• EXERCISE INPUTS
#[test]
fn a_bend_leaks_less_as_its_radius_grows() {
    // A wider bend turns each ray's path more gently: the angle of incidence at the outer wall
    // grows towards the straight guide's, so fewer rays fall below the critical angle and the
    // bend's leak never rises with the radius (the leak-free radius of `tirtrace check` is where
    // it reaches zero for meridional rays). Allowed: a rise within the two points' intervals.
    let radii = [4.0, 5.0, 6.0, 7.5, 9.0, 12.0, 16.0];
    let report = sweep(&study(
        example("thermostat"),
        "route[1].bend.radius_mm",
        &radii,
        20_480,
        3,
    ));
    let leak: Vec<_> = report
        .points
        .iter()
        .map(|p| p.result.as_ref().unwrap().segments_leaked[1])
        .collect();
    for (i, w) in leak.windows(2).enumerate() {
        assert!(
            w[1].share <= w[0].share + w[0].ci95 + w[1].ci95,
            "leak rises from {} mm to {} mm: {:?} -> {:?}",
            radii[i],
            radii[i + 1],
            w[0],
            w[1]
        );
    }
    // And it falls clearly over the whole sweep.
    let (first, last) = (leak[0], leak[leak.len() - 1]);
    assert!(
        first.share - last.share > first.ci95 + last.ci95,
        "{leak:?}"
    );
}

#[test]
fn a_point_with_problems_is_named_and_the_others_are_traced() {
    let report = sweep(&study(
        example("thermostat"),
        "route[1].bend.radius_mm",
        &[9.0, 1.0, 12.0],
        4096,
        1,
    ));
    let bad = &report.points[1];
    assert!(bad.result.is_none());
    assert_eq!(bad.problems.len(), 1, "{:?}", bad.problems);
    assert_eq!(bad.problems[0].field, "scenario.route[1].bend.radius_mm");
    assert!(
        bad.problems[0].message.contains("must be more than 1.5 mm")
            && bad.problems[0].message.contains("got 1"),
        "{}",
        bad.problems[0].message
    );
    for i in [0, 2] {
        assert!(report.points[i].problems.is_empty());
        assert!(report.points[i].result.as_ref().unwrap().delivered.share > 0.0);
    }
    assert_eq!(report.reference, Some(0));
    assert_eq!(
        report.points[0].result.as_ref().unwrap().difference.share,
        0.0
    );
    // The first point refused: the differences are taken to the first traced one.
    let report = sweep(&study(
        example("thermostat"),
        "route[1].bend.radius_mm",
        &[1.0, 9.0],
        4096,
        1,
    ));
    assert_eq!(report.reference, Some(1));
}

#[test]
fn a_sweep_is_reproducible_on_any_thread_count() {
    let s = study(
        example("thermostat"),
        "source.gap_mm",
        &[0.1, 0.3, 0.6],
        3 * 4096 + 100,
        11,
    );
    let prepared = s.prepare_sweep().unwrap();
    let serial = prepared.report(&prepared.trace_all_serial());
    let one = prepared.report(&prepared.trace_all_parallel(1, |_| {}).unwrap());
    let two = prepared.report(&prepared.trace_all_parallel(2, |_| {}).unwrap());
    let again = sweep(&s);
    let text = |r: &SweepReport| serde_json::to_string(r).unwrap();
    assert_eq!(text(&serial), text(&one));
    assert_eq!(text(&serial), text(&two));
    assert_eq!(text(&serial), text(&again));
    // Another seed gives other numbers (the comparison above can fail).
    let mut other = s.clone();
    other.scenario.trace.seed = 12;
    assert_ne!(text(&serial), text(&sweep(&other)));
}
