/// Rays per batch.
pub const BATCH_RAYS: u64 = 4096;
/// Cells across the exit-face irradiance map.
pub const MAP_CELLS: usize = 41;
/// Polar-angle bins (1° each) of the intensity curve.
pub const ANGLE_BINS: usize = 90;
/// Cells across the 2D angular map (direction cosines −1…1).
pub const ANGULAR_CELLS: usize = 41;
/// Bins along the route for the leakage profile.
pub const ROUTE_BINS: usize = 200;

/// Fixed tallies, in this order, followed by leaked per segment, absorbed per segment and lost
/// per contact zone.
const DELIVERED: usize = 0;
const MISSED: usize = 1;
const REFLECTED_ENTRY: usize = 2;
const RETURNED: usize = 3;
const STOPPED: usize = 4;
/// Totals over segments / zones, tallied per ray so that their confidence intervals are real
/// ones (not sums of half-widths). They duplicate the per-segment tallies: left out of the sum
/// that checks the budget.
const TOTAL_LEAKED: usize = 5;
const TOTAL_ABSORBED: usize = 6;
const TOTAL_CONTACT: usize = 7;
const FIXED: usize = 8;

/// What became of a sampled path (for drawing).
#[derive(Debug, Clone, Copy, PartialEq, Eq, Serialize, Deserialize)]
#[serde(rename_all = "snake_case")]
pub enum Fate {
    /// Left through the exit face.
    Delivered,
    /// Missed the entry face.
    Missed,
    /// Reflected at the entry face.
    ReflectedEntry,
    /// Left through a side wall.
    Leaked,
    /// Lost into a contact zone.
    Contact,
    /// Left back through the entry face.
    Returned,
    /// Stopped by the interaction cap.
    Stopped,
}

...

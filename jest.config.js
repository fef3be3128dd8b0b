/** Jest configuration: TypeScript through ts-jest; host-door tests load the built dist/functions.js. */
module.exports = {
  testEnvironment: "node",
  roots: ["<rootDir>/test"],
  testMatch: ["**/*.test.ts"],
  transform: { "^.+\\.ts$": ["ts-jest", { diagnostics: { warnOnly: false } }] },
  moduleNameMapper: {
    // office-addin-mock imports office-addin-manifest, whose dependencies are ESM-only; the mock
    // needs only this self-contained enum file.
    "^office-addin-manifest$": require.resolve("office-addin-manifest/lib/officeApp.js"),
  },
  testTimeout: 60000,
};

• WHAT IS EXPECTED
Scan the entries and show every line in which the word "reference" is found.

• SOLVED PROBLEM
    assert_eq!(report.reference, Some(0));
    assert_eq!(report.reference, Some(1));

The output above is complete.